Your instructions: What you return must match the records exactly.
Segment Start: Data section
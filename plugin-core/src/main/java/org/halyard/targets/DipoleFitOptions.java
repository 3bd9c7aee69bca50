package org.halyard.targets;

/**
 * How a dipole is fitted to the line samples around a pick.
 *
 * @param radiusM        samples within this horizontal distance of the start position are used, metres
 * @param background     the background fitted with the dipole
 * @param minSamples     fewer usable samples than this and no fit is attempted
 * @param maxIterations  Levenberg-Marquardt iteration cap
 */
public record DipoleFitOptions(double radiusM, Background background, int minSamples, int maxIterations) {

    /** What is fitted beside the dipole. */
    public enum Background {
        /** Nothing: the anomaly is the dipole alone. */
        NONE(0),
        /** A constant, nT. */
        CONSTANT(1),
        /** A plane a + b (x - x0) + c (y - y0), nT and nT/m: absorbs the flank of a neighbouring source. */
        PLANE(3);

        /** Number of background parameters. */
        final int terms;

        Background(int terms) {
            this.terms = terms;
        }
    }

    /** 6 m radius, a plane background, at least 20 samples, 200 iterations. */
    public static final DipoleFitOptions DEFAULT = new DipoleFitOptions(6, Background.PLANE, 20, 200);

    public DipoleFitOptions {
        if (!(radiusM > 0)) {
            throw new IllegalArgumentException("dipole fit radius must be positive metres, got " + radiusM);
        }
        if (background == null) {
            throw new IllegalArgumentException("dipole fit background must be NONE, CONSTANT or PLANE");
        }
        if (minSamples < 8) {
            throw new IllegalArgumentException("a dipole fit needs at least 8 samples, got " + minSamples);
        }
        if (maxIterations < 1) {
            throw new IllegalArgumentException("dipole fit needs at least one iteration, got " + maxIterations);
        }
    }
}
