package org.halyard.targets;

/**
 * How ridges of the analytic signal become linear features.
 *
 * @param thresholdFactor  ridge cells must exceed {@code background + k sigma} of the grid, k
 * @param minAnisotropy    |curvature across| / |curvature along| at least this (1 or more)
 * @param maxAlongSlope    |gradient along the ridge| / value at most this, 1/m: a cable's analytic signal
 *                         varies slowly along it, the flank of a compact peak falls fast
 * @param maxTurnDeg       neighbouring ridge cells link when their directions differ by at most this, degrees
 * @param minLengthM       shortest feature kept, m
 * @param maxGapM          collinear pieces closer than this are merged, m
 * @param maxDeviationDeg  a feature's cells may turn from its overall axis by this on average, degrees
 * @param vertexSpacingM   spacing of the polyline vertices before simplification, m
 * @param labelDistanceM   a pick this close to a feature is labelled {@code linear}, m
 * @param dominance        ...unless its amplitude exceeds this times the feature's median amplitude
 * @param smoothingM       standard deviation of the Gaussian applied before the ridge test, m: about half the
 *                         survey's sensor-track spacing, to join the beads that line data leave along a ridge
 *                         (0 for none)
 * @param strikeSmoothingM standard deviation of a second Gaussian applied along the local ridge strike only
 *                         ({@link StrikeSmoother}), m: about one survey-line spacing, to even out a crest that
 *                         changes from line to line with the sensors' altitude (0 for none)
 * @param minEulerShare    a ridge is kept as a feature only where Euler deconvolution with the line-source
 *                         index gives an accepted depth at this share of its stations, 0 to 1 (0 keeps every
 *                         ridge); used where the field grids are known ({@link TargetAnalysis})
 */
public record LinearFeatureOptions(double thresholdFactor, double minAnisotropy, double maxAlongSlope,
                                   double maxTurnDeg, double minLengthM, double maxGapM, double maxDeviationDeg,
                                   double vertexSpacingM, double labelDistanceM, double dominance,
                                   double smoothingM, double strikeSmoothingM, double minEulerShare) {

    /**
     * Defaults for sensors 1 to 5 m above the objects, cells of 0.25 to 1 m, sensor tracks 1 to 3 m apart
     * (common practice); the gap bridges two lines of a 3 m line spacing and more, the strike smoothing averages
     * the crest over about five lines of that spacing.
     */
    public static final LinearFeatureOptions DEFAULT = new LinearFeatureOptions(5, 3, 0.1, 20, 20, 8, 25, 2, 3, 2,
            1.0, 3.0, 0.5);

    public LinearFeatureOptions {
        requirePositive(thresholdFactor, "ridge threshold factor");
        requirePositive(maxAlongSlope, "maximum along-ridge slope (1/m)");
        requirePositive(maxTurnDeg, "maximum turn between ridge cells (degrees)");
        requirePositive(minLengthM, "minimum feature length (m)");
        requirePositive(maxDeviationDeg, "maximum deviation from the feature axis (degrees)");
        requirePositive(vertexSpacingM, "vertex spacing (m)");
        requirePositive(dominance, "dominance factor");
        if (!(minAnisotropy >= 1)) {
            throw new IllegalArgumentException("minimum ridge anisotropy must be at least 1, got " + minAnisotropy);
        }
        if (!(minEulerShare >= 0 && minEulerShare <= 1)) {
            throw new IllegalArgumentException("Euler share must be between 0 and 1, got " + minEulerShare);
        }
        if (!(smoothingM >= 0) || !(strikeSmoothingM >= 0)) {
            throw new IllegalArgumentException("ridge smoothing must be 0 m or more, got " + smoothingM
                    + " and " + strikeSmoothingM + " along the strike");
        }
        if (!(maxGapM >= 0) || !(labelDistanceM >= 0)) {
            throw new IllegalArgumentException("gap and label distances must be 0 m or more, got " + maxGapM
                    + " and " + labelDistanceM);
        }
    }

    /** The same options with another ridge threshold factor and shortest length (the process's parameters). */
    public LinearFeatureOptions withThresholdAndLength(double k, double minLength) {
        return new LinearFeatureOptions(k, minAnisotropy, maxAlongSlope, maxTurnDeg, minLength, maxGapM,
                maxDeviationDeg, vertexSpacingM, labelDistanceM, dominance, smoothingM, strikeSmoothingM,
                minEulerShare);
    }

    private static void requirePositive(double v, String what) {
        if (!(v > 0)) {
            throw new IllegalArgumentException(what + " must be positive, got " + v);
        }
    }
}
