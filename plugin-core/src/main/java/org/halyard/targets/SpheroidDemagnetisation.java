package org.halyard.targets;

/**
 * Demagnetising factors of a prolate spheroid (a rod-like body), for the moment-to-mass relation.
 *
 * <p><b>Algorithm:</b> along the long axis, with aspect ratio a = length / diameter and eccentricity
 * e = sqrt(1 - 1/a^2), N = (1/e^2 - 1) [ln((1 + e)/(1 - e)) / (2 e) - 1] (Osborn 1945, Phys. Rev. 67,
 * 351-357, eq. 2.5); across it, (1 - N) / 2 since the three factors sum to one (Osborn 1945). A sphere
 * (a = 1) has 1/3 on every axis.
 *
 * <p><b>Accuracy:</b> closed form; near a = 1 a series avoids the cancellation.
 *
 * <p><b>Thread safety:</b> stateless.
 */
public final class SpheroidDemagnetisation {

    private SpheroidDemagnetisation() {
    }

    /** Factor along the long axis (dimensionless, 0 to 1/3) for aspect ratio {@code a >= 1}. */
    public static double axial(double aspect) {
        if (!(aspect >= 1)) {
            throw new IllegalArgumentException("spheroid aspect ratio (length/diameter) must be at least 1, got " + aspect);
        }
        double e2 = 1 - 1 / (aspect * aspect);
        if (e2 < 1e-4) {
            // Series of the closed form in e^2 (from the Taylor expansion of ln((1+e)/(1-e))).
            return 1.0 / 3 - 2.0 / 15 * e2;
        }
        double e = Math.sqrt(e2);
        return (1 / e2 - 1) * (Math.log((1 + e) / (1 - e)) / (2 * e) - 1);
    }

    /** Factor across the long axis (dimensionless, 1/3 to 1/2) for aspect ratio {@code a >= 1}. */
    public static double transverse(double aspect) {
        return 0.5 * (1 - axial(aspect));
    }
}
Segment End: Data section
Solution for this task:
filename plugin-core/src/main/java/org/halyard/targets/DipoleFitOptions.java
repository 3bd9c7aee69bca50
package org.halyard.targets;

/**
 * How a dipole is fitted to the line samples around a pick.
 *
 * @param radiusM        samples within this horizontal distance of the start position are used, metres
 * @param background     the background fitted with the dipole
 * @param minSamples     fewer usable samples than this and no fit is attempted
 * @param maxIterations  Levenberg-Marquardt iteration cap
 */
public record DipoleFitOptions(double radiusM, Background background, int minSamples, int maxIterations) {

    /** What is fitted beside the dipole. */
    public enum Background {
        /** Nothing: the anomaly is the dipole alone. */
        NONE(0),
        /** A constant, nT. */
        CONSTANT(1),
        /** A plane a + b (x - x0) + c (y - y0), nT and nT/m: absorbs the flank of a neighbouring source. */
        PLANE(3);

        /** Number of background parameters. */
        final int terms;

        Background(int terms) {
            this.terms = terms;
        }
    }

    /** 6 m radius, a plane background, at least 20 samples, 200 iterations. */
    public static final DipoleFitOptions DEFAULT = new DipoleFitOptions(6, Background.PLANE, 20, 200);

    public DipoleFitOptions {
        if (!(radiusM > 0)) {
            throw new IllegalArgumentException("dipole fit radius must be positive metres, got " + radiusM);
        }
        if (background == null) {
            throw new IllegalArgumentException("dipole fit background must be NONE, CONSTANT or PLANE");
        }
        if (minSamples < 8) {
            throw new IllegalArgumentException("a dipole fit needs at least 8 samples, got " + minSamples);
        }
        if (maxIterations < 1) {
            throw new IllegalArgumentException("dipole fit needs at least one iteration, got " + maxIterations);
        }
    }
}
package org.halyard.targets;

/**
 * How ridges of the analytic signal become linear features.
 *
 * @param thresholdFactor  ridge cells must exceed {@code background + k sigma} of the grid, k
 * @param minAnisotropy    |curvature across| / |curvature along| at least this (1 or more)
 * @param maxAlongSlope    |gradient along the ridge| / value at most this, 1/m: a cable's analytic signal
 *                         varies slowly along it, the flank of a compact peak falls fast
 * @param maxTurnDeg       neighbouring ridge cells link when their directions differ by at most this, degrees
 * @param minLengthM       shortest feature kept, m
 * @param maxGapM          collinear pieces closer than this are merged, m
 * @param maxDeviationDeg  a feature's cells may turn from its overall axis by this on average, degrees
 * @param vertexSpacingM   spacing of the polyline vertices before simplification, m
 * @param labelDistanceM   a pick this close to a feature is labelled {@code linear}, m
 * @param dominance        ...unless its amplitude exceeds this times the feature's median amplitude
 * @param smoothingM       standard deviation of the Gaussian applied before the ridge test, m: about half the
 *                         survey's sensor-track spacing, to join the beads that line data leave along a ridge
 *                         (0 for none)
 * @param strikeSmoothingM standard deviation of a second Gaussian applied along the local ridge strike only
 *                         ({@link StrikeSmoother}), m: about one survey-line spacing, to even out a crest that
 *                         changes from line to line with the sensors' altitude (0 for none)
 * @param minEulerShare    a ridge is kept as a feature only where Euler deconvolution with the line-source
 *                         index gives an accepted depth at this share of its stations, 0 to 1 (0 keeps every
 *                         ridge); used where the field grids are known ({@link TargetAnalysis})
 */
public record LinearFeatureOptions(double thresholdFactor, double minAnisotropy, double maxAlongSlope,
                                   double maxTurnDeg, double minLengthM, double maxGapM, double maxDeviationDeg,
                                   double vertexSpacingM, double labelDistanceM, double dominance,
                                   double smoothingM, double strikeSmoothingM, double minEulerShare) {

    /**
     * Defaults for sensors 1 to 5 m above the objects, cells of 0.25 to 1 m, sensor tracks 1 to 3 m apart
     * (common practice); the gap bridges two lines of a 3 m line spacing and more, the strike smoothing averages
     * the crest over about five lines of that spacing.
     */
    public static final LinearFeatureOptions DEFAULT = new LinearFeatureOptions(5, 3, 0.1, 20, 20, 8, 25, 2, 3, 2,
            1.0, 3.0, 0.5);

    public LinearFeatureOptions {
        requirePositive(thresholdFactor, "ridge threshold factor");
        requirePositive(maxAlongSlope, "maximum along-ridge slope (1/m)");
        requirePositive(maxTurnDeg, "maximum turn between ridge cells (degrees)");
        requirePositive(minLengthM, "minimum feature length (m)");
        requirePositive(maxDeviationDeg, "maximum deviation from the feature axis (degrees)");
        requirePositive(vertexSpacingM, "vertex spacing (m)");
        requirePositive(dominance, "dominance factor");
        if (!(minAnisotropy >= 1)) {
            throw new IllegalArgumentException("minimum ridge anisotropy must be at least 1, got " + minAnisotropy);
        }
        if (!(minEulerShare >= 0 && minEulerShare <= 1)) {
            throw new IllegalArgumentException("Euler share must be between 0 and 1, got " + minEulerShare);
        }
        if (!(smoothingM >= 0) || !(strikeSmoothingM >= 0)) {
            throw new IllegalArgumentException("ridge smoothing must be 0 m or more, got " + smoothingM
                    + " and " + strikeSmoothingM + " along the strike");
        }
        if (!(maxGapM >= 0) || !(labelDistanceM >= 0)) {
            throw new IllegalArgumentException("gap and label distances must be 0 m or more, got " + maxGapM
                    + " and " + labelDistanceM);
        }
    }

    /** The same options with another ridge threshold factor and shortest length (the process's parameters). */
    public LinearFeatureOptions withThresholdAndLength(double k, double minLength) {
        return new LinearFeatureOptions(k, minAnisotropy, maxAlongSlope, maxTurnDeg, minLength, maxGapM,
                maxDeviationDeg, vertexSpacingM, labelDistanceM, dominance, smoothingM, strikeSmoothingM,
                minEulerShare);
    }

    private static void requirePositive(double v, String what) {
        if (!(v > 0)) {
            throw new IllegalArgumentException(what + " must be positive, got " + v);
        }
    }
}
filename plugin-core/src/main/java/org/halyard/targets/SpheroidDemagnetisation.java
package org.halyard.targets;

/**
 * Demagnetising factors of a prolate spheroid (a rod-like body), for the moment-to-mass relation.
 *
 * <p><b>Algorithm:</b> along the long axis, with aspect ratio a = length / diameter and eccentricity
 * e = sqrt(1 - 1/a^2), N = (1/e^2 - 1) [ln((1 + e)/(1 - e)) / (2 e) - 1] (Osborn 1945, Phys. Rev. 67,
 * 351-357, eq. 2.5); across it, (1 - N) / 2 since the three factors sum to one (Osborn 1945). A sphere
 * (a = 1) has 1/3 on every axis.
 *
 * <p><b>Accuracy:</b> closed form; near a = 1 a series avoids the cancellation.
 *
 * <p><b>Thread safety:</b> stateless.
 */
public final class SpheroidDemagnetisation {

    private SpheroidDemagnetisation() {
    }

    /** Factor along the long axis (dimensionless, 0 to 1/3) for aspect ratio {@code a >= 1}. */
    public static double axial(double aspect) {
        if (!(aspect >= 1)) {
            throw new IllegalArgumentException("spheroid aspect ratio (length/diameter) must be at least 1, got " + aspect);
        }
        double e2 = 1 - 1 / (aspect * aspect);
        if (e2 < 1e-4) {
            // Series of the closed form in e^2 (from the Taylor expansion of ln((1+e)/(1-e))).
            return 1.0 / 3 - 2.0 / 15 * e2;
        }
        double e = Math.sqrt(e2);
        return (1 / e2 - 1) * (Math.log((1 + e) / (1 - e)) / (2 * e) - 1);
    }

    /** Factor across the long axis (dimensionless, 1/3 to 1/2) for aspect ratio {@code a >= 1}. */
    public static double transverse(double aspect) {
        return 0.5 * (1 - axial(aspect));
    }
}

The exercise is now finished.